▸ What the exercise asks:
Every line of the data that includes "when" should be copied out.

▸ Task data:
# # # # #
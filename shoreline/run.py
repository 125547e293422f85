"""Run a study: coast x wave climate -> per-transect transport, rates, classes and hotspots.

The orchestration is here; the physics lives in :mod:`shoreline.waves`,
:mod:`shoreline.transport`, :mod:`shoreline.profile` and :mod:`shoreline.budget`, and input and
output at the edges (:mod:`shoreline.coast`, :mod:`shoreline.climate`, :mod:`shoreline.export`).

The hot path, :func:`transport_reductions`, is vectorised over transects x time steps and
streams the climate in chunks of time steps so memory stays flat however long the record is;
only sums over time are kept.
"""

from __future__ import annotations

import os
import time
import warnings
from collections.abc import Callable
from concurrent.futures import ThreadPoolExecutor
from dataclasses import dataclass, field, fields, replace
from typing import Any

import numpy as np
import shapely

from shoreline import calibrate, ensemble, profile, projection, transport, waves, wind
from shoreline.budget import (
    Hotspot,
    classify,
    face_budget,
    find_hotspots,
    shoreline_change_rate,
)
from shoreline.climate import (
    RecordArray,
    WaveClimate,
    exceedance_height,
    point_blocks,
    read_record,
    steady,
    step_blocks,
)
from shoreline.coast import (
    CoastLines,
    Transects,
    check_frame_lonlat,
    check_transect_count,
    invalid_geometry,
    lay_out_transects,
    read_coast,
    require_gis_source,
)
from shoreline.errors import CoastError, StudyError, one_line
from shoreline.exposure import Exposure, compute_exposure
from shoreline.reaches import reaches_open_sea, read_reaches, shore_types
from shoreline.structures import Structures, Trapping, read_structures
from shoreline.study import Study

#: Shore types the budget leaves out (class "excluded").
LEFT_OUT = ("enclosed", "data_edge", "excluded")

#: Transect-steps evaluated per chunk of the record (bounds the memory of the hot path).
DEFAULT_CHUNK_ELEMENTS = 1 << 17


def wrap_deg(angle_deg: np.ndarray) -> np.ndarray:
    """Wrap angles to [-180, 180) degrees.

    Examples
    --------
    >>> wrap_deg(np.array([190.0, -190.0, 360.0])).tolist()
    [-170.0, 170.0, 0.0]
    """
    a = np.asarray(angle_deg, dtype=float)
    turns = a + 180.0
    turns *= 1.0 / 360.0
    np.floor(turns, out=turns)
    turns *= 360.0
    return a - turns


def chainage_sign(coast: CoastLines, transects: Transects) -> np.ndarray:
    """+1 where the sea is to the right of increasing chainage, -1 where it is to the left.

    Waves coming from clockwise of the seaward normal drive sand toward increasing chainage
    when the sea is on the right of the chainage direction (chainage runs in the digitised
    direction), and toward decreasing chainage when it is on the left.
    """
    return np.where(np.asarray(coast.sea_on_right)[transects.part_id], 1.0, -1.0)


@dataclass
class Reductions:
    """Sums over time of the per-transect results of a climate (see transport_reductions)."""

    hours: float
    q_net_m3_per_yr: dict[str, np.ndarray]
    q_gross_m3_per_yr: np.ndarray
    q_pos_m3_per_yr: np.ndarray
    q_neg_m3_per_yr: np.ndarray
    hb_m: np.ndarray
    db_m: np.ndarray
    alpha_b_deg: np.ndarray
    sheltered_fraction: np.ndarray
    broken_at_input_fraction: np.ndarray


def transport_reductions(
    normal_az_deg: np.ndarray,
    sign: np.ndarray,
    climate: WaveClimate,
    *,
    formulas: list[str],
    primary: str,
    breaker_index: float,
    breaking_method: str,
    cerc_k: float,
    kamphuis_coefficient: float,
    d50_mm: float,
    slope: float | None,
    water_density_kg_m3: float,
    sediment_density_kg_m3: float,
    porosity: float,
    point_index: np.ndarray | None = None,
    exposure: Exposure | None = None,
    angle_step_deg: float = 0.5,
    chunk_steps: int | None = None,
    workers: int | None = None,
    progress: Callable[[int], None] | None = None,
) -> Reductions:
    """Per-transect time means of longshore transport over a wave climate.

    For every transect x time step: the offshore angle to the seaward normal, the breaking
    point (:func:`shoreline.waves.breaking`), the transport of every formula. Waves from land
    (90 degrees or more from the seaward normal) move no sand and count as sheltered. Each step
    is weighted by the time it stands for; the means are returned per year.

    Wave fields at breaking (``hb_m``, ``db_m``, ``alpha_b_deg``) are duration-weighted means
    over the time steps in which waves reach the shore (NaN where they never do).

    The record is processed in chunks of ``chunk_steps`` time steps (default: about
    :data:`DEFAULT_CHUNK_ELEMENTS` transect-steps a chunk), on
    ``workers`` threads (numpy releases the interpreter lock in its loops); only sums over time
    are kept, so memory does not grow with the record. With several wave points (climate
    arrays of shape (points, steps)), ``point_index`` gives each transect's point. With one
    wave point, each time step is solved on angle nodes ``angle_step_deg`` apart and
    interpolated to the transects (:func:`shoreline.waves.breaking_on_angle_nodes`); 0 solves
    every transect directly.
    ``progress(steps_done)`` is called after each chunk.
    """
    normal = np.asarray(normal_az_deg, dtype=float)[:, None]
    sgn = np.asarray(sign, dtype=float)[:, None]
    n = normal.shape[0]
    n_steps = climate.n_steps
    steps = int(chunk_steps) if chunk_steps else max(1, DEFAULT_CHUNK_ELEMENTS // max(n, 1))
    multi = climate.hs_m.ndim == 2
    if multi and point_index is None:
        raise ValueError("a climate with several wave points needs point_index per transect")
    depth = np.asarray(climate.depth_m, dtype=float)
    depth = depth[point_index][:, None] if depth.ndim == 1 else depth

    def rows(values: np.ndarray, sl: slice) -> np.ndarray:
        return values[point_index][:, sl] if multi else values[sl][None, :]

    # transects grouped by wave point (each group shares its offshore conditions)
    groups = [np.flatnonzero(point_index == p) for p in np.unique(point_index)] if multi else []

    def chunk(start: int) -> dict[str, np.ndarray]:
        sl = slice(start, start + steps)
        hs, tp = rows(climate.hs_m, sl), rows(climate.tp_s, sl)
        w = climate.duration_s[sl]
        angle = wrap_deg(rows(climate.dir_deg, sl) - normal)
        angle *= sgn
        if angle_step_deg <= 0 or (multi and 4 * len(groups) > n):
            # direct: nodes pay only where many transects share one wave point
            hb, db, ab, broken = waves.breaking(
                hs,
                tp,
                angle,
                depth_m=depth,
                breaker_index=breaker_index,
                method=breaking_method,
                full_output=True,
            )
        elif not multi:
            hb, db, ab, broken = waves.breaking_on_angle_nodes(
                hs[0],
                tp[0],
                angle,
                depth_m=float(depth),
                breaker_index=breaker_index,
                step_deg=angle_step_deg,
                method=breaking_method,
            )
        else:  # several wave points: solve the transects of each point on its own nodes
            hb, db, ab = (np.empty(angle.shape) for _ in range(3))
            broken = np.empty(angle.shape, dtype=bool)
            for rows_p in groups:
                first = rows_p[0]
                out = waves.breaking_on_angle_nodes(
                    hs[first],
                    tp[first],
                    angle[rows_p],
                    depth_m=float(depth[first, 0] if depth.ndim == 2 else depth),
                    breaker_index=breaker_index,
                    step_deg=angle_step_deg,
                    method=breaking_method,
                )
                for target, values in zip((hb, db, ab, broken), out, strict=True):
                    target[rows_p] = values
        reach = np.isfinite(hb)
        reach &= np.abs(angle) < 90.0
        # the share of the waves that reaches the shore: 1 on open coast, less where land
        # blocks part of their directional spread (shoreline.exposure)
        share = reach.astype(float)
        if exposure is not None:
            share *= exposure.open_share(rows(climate.dir_deg, sl))
        beach_slope = slope if slope is not None else profile.breaker_zone_slope(db, d50_mm)
        out: dict[str, np.ndarray] = {}
        for name in formulas:
            q = transport.longshore_transport(
                name,
                hb_m=hb,
                tp_s=tp,
                alpha_b_deg=ab,
                slope=beach_slope,
                d50_mm=d50_mm,
                breaker_index=breaker_index,
                cerc_k=cerc_k,
                kamphuis_coefficient=kamphuis_coefficient,
                water_density_kg_m3=water_density_kg_m3,
                sediment_density_kg_m3=sediment_density_kg_m3,
                porosity=porosity,
            )
            q[~reach] = 0.0
            q *= share
            out[f"q_{name}"] = q @ w
            if name == primary:
                out["pos"] = np.maximum(q, 0.0) @ w
                np.abs(q, out=q)
                out["gross"] = q @ w
        out["open_s"] = share @ w
        out["broken_s"] = (broken * share) @ w
        for key, values in (("hb", hb), ("db", db), ("ab", ab)):
            values[~reach] = 0.0
            values *= share
            out[key] = values @ w
        return out

    workers = workers or min(2, os.cpu_count() or 1)
    sums: dict[str, np.ndarray] = {}
    starts = range(0, n_steps, steps)
    with ThreadPoolExecutor(max_workers=workers) as pool:
        for start, part in zip(starts, pool.map(chunk, starts), strict=True):
            for key, value in part.items():
                sums[key] = sums[key] + value if key in sums else value
            if progress is not None:
                progress(min(steps, n_steps - start))
    total_s = float(climate.duration_s.sum())
    per_year = transport.SECONDS_PER_YEAR / total_s  # mean m3/s x s/yr = m3/yr
    open_s = sums["open_s"]
    with np.errstate(invalid="ignore", divide="ignore"):
        mean_open = {k: np.where(open_s > 0, sums[k] / open_s, np.nan) for k in ("hb", "db", "ab")}
    net = sums[f"q_{primary}"]
    return Reductions(
        hours=total_s / 3600.0,
        q_net_m3_per_yr={name: sums[f"q_{name}"] * per_year for name in formulas},
        q_gross_m3_per_yr=sums["gross"] * per_year,
        q_pos_m3_per_yr=sums["pos"] * per_year,
        q_neg_m3_per_yr=(net - sums["pos"]) * per_year,
        hb_m=mean_open["hb"],
        db_m=mean_open["db"],
        alpha_b_deg=mean_open["ab"],
        sheltered_fraction=np.clip(1.0 - open_s / total_s, 0.0, 1.0),
        broken_at_input_fraction=sums["broken_s"] / total_s,
    )


#: The shortest hotspot "auto" allows [m].
MIN_HOTSPOT_FLOOR_M = 300.0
# # # # #
▸ Solution:
    when the sea is on the right of the chainage direction (chainage runs in the digitised
    direction), and toward decreasing chainage when it is on the left.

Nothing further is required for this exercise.